(Extracted entries)
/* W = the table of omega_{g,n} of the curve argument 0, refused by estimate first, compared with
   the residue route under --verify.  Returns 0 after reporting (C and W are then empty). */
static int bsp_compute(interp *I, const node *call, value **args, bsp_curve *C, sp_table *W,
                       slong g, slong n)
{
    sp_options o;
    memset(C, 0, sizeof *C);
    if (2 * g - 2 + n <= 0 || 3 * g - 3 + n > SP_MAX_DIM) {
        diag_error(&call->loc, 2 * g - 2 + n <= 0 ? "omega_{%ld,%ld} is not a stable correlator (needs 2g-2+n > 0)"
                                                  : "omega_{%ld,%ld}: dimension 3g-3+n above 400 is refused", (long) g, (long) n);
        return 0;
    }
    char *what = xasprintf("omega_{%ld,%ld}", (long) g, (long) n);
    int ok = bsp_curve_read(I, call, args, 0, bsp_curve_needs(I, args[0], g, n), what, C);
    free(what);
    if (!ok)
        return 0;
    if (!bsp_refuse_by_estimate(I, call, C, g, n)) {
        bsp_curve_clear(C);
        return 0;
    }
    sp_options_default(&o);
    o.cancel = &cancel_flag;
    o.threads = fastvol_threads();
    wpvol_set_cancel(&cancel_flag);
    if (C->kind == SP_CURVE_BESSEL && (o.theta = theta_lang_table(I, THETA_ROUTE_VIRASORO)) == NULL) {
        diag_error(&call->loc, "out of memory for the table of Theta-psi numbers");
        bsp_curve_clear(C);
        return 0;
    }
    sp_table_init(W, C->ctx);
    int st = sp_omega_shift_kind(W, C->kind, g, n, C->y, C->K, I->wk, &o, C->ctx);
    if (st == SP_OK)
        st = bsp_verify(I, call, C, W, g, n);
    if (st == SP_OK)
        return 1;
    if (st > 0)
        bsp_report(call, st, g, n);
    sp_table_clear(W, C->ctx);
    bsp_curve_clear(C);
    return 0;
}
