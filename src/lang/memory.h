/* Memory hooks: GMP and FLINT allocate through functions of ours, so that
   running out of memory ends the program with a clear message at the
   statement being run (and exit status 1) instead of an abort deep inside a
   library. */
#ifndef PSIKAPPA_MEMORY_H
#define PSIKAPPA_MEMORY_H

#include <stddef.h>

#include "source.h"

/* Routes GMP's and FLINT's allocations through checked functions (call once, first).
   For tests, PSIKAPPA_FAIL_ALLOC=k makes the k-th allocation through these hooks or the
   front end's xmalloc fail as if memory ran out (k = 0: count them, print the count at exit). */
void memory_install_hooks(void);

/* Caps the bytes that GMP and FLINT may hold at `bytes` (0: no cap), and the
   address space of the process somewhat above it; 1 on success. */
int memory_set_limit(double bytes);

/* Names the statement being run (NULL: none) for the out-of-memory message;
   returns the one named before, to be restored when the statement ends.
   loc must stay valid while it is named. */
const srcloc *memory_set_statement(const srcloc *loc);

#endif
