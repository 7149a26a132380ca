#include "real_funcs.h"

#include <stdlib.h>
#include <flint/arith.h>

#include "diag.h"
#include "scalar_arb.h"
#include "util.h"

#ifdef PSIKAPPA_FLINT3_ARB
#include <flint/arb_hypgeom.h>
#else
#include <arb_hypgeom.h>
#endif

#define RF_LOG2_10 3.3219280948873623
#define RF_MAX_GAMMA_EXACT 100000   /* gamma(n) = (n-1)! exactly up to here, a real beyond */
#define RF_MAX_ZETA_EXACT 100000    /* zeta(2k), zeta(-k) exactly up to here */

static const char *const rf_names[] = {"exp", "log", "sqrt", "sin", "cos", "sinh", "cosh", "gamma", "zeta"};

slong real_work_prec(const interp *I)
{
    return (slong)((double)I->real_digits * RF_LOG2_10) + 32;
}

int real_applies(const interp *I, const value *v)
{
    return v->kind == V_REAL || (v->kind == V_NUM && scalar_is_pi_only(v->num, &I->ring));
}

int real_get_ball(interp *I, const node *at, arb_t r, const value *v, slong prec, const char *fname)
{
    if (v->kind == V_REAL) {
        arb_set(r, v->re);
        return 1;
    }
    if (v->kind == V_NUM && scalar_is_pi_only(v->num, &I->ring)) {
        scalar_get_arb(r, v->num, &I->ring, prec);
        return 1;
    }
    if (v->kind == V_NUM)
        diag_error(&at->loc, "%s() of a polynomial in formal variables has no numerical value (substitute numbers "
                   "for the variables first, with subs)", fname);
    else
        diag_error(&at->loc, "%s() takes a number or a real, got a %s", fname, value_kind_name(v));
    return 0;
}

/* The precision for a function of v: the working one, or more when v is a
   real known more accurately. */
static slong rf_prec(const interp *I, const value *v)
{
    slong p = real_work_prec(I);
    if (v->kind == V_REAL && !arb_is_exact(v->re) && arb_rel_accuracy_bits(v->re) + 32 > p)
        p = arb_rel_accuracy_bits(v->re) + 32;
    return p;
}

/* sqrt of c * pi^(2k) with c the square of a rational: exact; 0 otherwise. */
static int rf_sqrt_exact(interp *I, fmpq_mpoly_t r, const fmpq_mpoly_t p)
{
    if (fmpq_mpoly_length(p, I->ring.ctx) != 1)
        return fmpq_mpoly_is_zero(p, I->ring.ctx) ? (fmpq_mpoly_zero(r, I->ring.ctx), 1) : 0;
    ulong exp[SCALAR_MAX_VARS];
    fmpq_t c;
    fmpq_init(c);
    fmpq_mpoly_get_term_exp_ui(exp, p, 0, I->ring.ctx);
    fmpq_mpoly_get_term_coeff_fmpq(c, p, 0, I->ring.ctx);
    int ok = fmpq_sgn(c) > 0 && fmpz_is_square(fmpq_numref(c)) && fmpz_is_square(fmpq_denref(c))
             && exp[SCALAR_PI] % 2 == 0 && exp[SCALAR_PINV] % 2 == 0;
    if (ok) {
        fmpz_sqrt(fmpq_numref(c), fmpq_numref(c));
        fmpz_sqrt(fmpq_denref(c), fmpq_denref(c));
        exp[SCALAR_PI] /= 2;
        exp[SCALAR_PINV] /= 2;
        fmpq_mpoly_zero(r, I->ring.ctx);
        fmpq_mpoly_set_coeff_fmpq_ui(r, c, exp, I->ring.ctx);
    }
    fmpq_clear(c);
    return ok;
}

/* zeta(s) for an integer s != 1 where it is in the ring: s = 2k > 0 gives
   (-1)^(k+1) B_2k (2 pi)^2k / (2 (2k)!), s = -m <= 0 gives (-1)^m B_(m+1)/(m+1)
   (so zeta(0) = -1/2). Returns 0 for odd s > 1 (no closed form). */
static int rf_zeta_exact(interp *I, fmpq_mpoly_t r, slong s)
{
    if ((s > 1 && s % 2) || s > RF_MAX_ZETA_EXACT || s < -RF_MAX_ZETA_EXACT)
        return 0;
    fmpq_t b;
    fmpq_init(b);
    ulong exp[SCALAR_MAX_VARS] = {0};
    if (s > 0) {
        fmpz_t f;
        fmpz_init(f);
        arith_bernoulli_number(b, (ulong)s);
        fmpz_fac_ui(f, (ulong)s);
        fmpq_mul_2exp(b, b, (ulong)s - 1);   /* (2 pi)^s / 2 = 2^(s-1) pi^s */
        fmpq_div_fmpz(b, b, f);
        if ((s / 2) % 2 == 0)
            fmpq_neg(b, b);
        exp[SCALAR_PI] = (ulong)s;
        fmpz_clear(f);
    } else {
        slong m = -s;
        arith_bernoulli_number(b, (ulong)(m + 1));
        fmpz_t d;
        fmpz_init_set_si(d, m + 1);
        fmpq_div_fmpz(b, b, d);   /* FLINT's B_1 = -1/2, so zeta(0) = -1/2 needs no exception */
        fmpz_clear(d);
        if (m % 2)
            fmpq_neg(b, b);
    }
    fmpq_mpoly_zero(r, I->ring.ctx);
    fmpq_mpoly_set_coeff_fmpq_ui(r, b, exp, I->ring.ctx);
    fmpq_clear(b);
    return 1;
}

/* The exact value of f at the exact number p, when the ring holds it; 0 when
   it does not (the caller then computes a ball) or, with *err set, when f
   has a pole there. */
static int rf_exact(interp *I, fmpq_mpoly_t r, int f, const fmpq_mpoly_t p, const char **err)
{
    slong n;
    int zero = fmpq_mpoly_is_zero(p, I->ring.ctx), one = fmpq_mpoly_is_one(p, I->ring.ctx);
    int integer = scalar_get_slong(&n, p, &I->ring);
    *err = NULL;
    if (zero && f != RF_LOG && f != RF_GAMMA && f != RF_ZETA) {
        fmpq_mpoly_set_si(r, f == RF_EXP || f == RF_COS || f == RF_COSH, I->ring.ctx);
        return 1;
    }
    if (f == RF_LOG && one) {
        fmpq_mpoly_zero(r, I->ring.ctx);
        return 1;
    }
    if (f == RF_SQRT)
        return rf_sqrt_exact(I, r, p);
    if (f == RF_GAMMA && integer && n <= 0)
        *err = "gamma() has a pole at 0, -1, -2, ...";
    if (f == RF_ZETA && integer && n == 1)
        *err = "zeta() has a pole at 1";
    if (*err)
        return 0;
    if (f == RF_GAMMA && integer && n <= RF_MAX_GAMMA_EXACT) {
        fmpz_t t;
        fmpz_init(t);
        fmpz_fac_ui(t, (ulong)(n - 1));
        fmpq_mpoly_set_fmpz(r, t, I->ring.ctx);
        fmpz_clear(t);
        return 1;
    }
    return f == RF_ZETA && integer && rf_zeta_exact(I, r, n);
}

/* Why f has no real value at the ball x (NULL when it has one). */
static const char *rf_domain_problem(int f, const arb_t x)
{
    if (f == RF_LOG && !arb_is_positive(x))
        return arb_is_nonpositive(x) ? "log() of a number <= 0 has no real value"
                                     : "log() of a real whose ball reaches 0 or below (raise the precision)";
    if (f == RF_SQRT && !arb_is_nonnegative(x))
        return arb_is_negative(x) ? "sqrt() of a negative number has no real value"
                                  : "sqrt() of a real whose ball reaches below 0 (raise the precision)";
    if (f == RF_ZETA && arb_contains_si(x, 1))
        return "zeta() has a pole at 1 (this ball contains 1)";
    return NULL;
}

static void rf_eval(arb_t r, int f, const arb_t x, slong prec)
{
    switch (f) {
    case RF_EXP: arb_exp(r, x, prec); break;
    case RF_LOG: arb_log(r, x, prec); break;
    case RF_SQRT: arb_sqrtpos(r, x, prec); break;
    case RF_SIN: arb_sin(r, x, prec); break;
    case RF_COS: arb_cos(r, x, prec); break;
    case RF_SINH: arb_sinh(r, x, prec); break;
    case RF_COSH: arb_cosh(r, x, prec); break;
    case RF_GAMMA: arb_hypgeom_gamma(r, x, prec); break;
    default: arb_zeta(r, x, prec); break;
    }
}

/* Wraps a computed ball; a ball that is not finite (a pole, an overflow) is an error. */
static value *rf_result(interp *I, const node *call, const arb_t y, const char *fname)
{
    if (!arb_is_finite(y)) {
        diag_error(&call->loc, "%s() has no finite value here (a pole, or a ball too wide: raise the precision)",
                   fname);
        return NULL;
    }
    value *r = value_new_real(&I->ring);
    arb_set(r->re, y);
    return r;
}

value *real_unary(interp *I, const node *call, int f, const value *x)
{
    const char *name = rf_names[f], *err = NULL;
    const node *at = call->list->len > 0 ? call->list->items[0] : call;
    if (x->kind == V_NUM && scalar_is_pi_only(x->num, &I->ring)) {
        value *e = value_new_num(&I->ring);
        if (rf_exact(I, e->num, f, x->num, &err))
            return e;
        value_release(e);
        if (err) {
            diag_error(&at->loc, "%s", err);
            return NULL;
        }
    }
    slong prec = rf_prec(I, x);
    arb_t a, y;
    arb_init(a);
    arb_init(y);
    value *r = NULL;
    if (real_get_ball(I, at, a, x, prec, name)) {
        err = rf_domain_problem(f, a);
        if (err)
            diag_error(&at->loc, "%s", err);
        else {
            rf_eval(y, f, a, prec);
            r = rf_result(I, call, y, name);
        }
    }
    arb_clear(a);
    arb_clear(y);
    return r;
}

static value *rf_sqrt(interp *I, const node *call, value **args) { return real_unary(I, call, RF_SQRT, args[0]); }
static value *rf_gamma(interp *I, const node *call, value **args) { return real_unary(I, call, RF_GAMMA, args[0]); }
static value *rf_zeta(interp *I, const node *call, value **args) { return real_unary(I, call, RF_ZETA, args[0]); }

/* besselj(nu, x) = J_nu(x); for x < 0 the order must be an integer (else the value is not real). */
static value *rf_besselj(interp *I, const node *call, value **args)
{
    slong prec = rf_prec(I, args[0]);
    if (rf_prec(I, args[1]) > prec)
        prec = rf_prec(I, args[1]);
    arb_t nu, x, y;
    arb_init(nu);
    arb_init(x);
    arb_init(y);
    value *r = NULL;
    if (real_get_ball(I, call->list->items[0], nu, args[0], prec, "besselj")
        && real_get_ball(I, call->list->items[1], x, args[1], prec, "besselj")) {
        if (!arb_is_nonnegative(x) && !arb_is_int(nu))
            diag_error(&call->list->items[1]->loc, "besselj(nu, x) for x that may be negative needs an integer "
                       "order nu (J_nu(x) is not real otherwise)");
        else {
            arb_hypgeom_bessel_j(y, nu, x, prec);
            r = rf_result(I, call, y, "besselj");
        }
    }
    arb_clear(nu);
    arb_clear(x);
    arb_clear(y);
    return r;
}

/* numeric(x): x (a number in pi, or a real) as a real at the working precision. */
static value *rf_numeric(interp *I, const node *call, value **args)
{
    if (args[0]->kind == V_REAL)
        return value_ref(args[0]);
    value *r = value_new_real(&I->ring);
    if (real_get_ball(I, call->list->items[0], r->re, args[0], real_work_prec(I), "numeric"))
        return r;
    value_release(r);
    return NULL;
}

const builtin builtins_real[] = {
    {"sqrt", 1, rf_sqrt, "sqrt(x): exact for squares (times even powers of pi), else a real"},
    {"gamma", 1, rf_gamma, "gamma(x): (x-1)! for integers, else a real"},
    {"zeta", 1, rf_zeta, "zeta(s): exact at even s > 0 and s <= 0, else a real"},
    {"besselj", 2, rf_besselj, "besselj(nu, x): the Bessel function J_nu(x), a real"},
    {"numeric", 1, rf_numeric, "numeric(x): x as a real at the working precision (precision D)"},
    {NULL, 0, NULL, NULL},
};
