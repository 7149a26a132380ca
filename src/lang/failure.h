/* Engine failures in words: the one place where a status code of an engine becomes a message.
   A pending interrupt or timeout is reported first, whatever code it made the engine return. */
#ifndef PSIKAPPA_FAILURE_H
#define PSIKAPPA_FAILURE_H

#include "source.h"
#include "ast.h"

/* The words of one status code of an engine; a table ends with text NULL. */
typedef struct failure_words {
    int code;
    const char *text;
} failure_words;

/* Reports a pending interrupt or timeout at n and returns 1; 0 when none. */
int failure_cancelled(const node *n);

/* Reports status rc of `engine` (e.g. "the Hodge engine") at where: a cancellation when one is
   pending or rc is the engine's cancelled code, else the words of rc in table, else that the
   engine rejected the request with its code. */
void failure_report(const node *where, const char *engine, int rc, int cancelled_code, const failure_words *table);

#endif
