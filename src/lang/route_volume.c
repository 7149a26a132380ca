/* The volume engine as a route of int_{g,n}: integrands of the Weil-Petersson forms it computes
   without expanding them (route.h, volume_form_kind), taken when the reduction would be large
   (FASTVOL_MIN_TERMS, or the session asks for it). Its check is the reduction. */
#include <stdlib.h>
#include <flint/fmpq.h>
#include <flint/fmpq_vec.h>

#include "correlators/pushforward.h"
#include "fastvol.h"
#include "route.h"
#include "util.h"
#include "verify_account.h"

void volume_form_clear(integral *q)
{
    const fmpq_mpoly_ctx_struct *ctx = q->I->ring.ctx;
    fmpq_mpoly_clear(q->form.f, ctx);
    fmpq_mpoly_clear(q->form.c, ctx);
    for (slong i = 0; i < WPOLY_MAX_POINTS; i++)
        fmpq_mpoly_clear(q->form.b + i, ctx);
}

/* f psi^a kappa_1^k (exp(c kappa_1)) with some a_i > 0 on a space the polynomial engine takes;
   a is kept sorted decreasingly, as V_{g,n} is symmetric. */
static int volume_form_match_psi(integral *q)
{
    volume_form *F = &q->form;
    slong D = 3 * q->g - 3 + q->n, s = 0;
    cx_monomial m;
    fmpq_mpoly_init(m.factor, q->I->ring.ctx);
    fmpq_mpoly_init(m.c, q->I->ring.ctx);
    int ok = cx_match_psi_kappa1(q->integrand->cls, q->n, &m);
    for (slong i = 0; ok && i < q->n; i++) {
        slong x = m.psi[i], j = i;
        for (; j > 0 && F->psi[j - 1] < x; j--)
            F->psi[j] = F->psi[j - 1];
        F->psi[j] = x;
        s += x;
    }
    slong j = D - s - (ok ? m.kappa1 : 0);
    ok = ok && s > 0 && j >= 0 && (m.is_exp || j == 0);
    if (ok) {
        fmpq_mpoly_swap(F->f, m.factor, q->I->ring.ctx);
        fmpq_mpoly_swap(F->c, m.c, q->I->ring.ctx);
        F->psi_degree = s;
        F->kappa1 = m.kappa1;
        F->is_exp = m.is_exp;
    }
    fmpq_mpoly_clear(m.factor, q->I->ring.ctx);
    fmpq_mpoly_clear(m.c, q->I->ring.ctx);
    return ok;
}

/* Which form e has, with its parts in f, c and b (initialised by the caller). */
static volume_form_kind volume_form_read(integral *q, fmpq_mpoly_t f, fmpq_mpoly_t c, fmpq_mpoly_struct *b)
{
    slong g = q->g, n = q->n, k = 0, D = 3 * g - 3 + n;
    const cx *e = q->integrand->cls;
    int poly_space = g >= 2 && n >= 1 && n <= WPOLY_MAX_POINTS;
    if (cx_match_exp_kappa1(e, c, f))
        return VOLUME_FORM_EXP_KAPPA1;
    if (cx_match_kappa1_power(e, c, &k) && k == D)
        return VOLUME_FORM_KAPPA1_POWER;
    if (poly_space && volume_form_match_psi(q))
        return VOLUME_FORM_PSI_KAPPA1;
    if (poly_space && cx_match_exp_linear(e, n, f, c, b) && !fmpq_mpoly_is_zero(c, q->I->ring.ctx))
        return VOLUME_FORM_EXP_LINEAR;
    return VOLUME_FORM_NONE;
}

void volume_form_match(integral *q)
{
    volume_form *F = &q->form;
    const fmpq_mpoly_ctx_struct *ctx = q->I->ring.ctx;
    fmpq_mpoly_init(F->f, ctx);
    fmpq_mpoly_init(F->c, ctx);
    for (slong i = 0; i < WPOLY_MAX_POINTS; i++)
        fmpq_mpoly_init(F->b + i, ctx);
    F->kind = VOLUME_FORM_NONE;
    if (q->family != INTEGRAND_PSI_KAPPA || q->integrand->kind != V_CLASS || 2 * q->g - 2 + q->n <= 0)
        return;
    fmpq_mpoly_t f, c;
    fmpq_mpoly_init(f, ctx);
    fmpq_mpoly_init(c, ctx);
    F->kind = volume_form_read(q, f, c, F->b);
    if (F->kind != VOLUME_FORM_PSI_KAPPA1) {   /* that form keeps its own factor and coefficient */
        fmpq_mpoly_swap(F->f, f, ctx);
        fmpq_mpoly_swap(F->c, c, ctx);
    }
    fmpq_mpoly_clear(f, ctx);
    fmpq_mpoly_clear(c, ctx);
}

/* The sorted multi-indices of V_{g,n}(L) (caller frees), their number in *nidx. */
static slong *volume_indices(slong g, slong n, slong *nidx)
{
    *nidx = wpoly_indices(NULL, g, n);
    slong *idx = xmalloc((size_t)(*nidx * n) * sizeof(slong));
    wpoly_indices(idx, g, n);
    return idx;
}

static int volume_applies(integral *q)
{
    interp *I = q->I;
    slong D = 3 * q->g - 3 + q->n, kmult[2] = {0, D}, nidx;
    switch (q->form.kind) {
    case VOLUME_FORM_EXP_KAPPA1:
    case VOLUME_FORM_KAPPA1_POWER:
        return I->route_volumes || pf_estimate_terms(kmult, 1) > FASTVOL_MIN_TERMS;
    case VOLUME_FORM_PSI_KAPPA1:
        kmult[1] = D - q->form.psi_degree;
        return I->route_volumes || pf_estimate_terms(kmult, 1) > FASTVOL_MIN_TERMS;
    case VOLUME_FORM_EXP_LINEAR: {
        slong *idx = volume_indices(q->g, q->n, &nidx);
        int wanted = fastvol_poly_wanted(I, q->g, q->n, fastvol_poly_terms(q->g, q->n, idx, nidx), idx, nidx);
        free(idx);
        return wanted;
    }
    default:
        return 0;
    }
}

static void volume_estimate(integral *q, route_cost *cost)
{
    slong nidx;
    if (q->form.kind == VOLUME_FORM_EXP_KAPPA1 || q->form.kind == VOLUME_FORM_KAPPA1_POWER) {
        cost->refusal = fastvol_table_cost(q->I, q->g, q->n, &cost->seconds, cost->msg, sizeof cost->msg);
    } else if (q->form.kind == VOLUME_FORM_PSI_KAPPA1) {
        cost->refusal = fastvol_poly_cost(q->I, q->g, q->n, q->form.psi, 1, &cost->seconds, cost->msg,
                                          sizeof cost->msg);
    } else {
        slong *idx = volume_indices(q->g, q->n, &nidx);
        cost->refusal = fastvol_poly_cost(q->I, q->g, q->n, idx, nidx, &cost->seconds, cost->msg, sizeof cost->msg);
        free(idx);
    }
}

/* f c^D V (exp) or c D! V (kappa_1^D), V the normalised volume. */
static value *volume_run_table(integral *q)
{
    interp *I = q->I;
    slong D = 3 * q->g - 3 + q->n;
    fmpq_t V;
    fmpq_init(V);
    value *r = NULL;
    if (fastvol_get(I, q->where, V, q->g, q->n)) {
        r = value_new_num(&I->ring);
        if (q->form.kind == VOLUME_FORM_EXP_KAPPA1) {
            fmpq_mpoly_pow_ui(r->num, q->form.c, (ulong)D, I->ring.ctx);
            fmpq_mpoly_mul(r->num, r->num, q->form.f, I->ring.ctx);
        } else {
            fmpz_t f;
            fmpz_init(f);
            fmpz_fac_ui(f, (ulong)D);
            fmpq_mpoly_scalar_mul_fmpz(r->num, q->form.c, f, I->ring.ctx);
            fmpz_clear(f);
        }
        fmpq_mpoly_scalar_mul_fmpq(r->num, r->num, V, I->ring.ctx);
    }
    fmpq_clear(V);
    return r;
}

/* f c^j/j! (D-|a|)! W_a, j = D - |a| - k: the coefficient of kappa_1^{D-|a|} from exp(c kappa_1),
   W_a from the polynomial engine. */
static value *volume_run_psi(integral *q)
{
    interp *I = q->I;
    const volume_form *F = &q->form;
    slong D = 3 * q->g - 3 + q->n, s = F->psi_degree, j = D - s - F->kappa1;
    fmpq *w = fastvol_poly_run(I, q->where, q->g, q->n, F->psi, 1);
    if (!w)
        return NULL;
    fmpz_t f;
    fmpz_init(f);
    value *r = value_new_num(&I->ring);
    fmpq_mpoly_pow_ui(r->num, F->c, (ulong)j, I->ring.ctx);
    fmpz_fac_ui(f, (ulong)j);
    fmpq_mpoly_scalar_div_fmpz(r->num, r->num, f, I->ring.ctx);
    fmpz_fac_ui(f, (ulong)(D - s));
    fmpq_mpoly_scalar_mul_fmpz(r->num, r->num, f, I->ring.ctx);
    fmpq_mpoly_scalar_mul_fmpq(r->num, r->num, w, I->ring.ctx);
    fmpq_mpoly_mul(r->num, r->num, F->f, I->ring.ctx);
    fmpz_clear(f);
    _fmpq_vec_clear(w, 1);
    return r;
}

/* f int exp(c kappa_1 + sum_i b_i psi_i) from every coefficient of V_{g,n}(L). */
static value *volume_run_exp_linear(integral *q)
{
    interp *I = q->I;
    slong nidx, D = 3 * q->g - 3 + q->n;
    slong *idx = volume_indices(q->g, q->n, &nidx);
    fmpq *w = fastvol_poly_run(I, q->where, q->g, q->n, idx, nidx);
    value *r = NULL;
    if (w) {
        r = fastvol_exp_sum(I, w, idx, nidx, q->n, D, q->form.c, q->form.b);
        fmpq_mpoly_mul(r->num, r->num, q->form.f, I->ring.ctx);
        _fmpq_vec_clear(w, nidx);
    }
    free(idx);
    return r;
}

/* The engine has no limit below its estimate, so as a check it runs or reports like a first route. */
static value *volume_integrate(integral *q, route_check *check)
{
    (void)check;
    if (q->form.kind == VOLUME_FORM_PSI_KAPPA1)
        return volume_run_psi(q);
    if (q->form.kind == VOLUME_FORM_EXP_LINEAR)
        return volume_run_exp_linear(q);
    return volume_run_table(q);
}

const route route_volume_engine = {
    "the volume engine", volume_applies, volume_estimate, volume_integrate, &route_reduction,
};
(End Extracted entries)
Work out how many lines of the data include the word "gives". Then write only that number.

2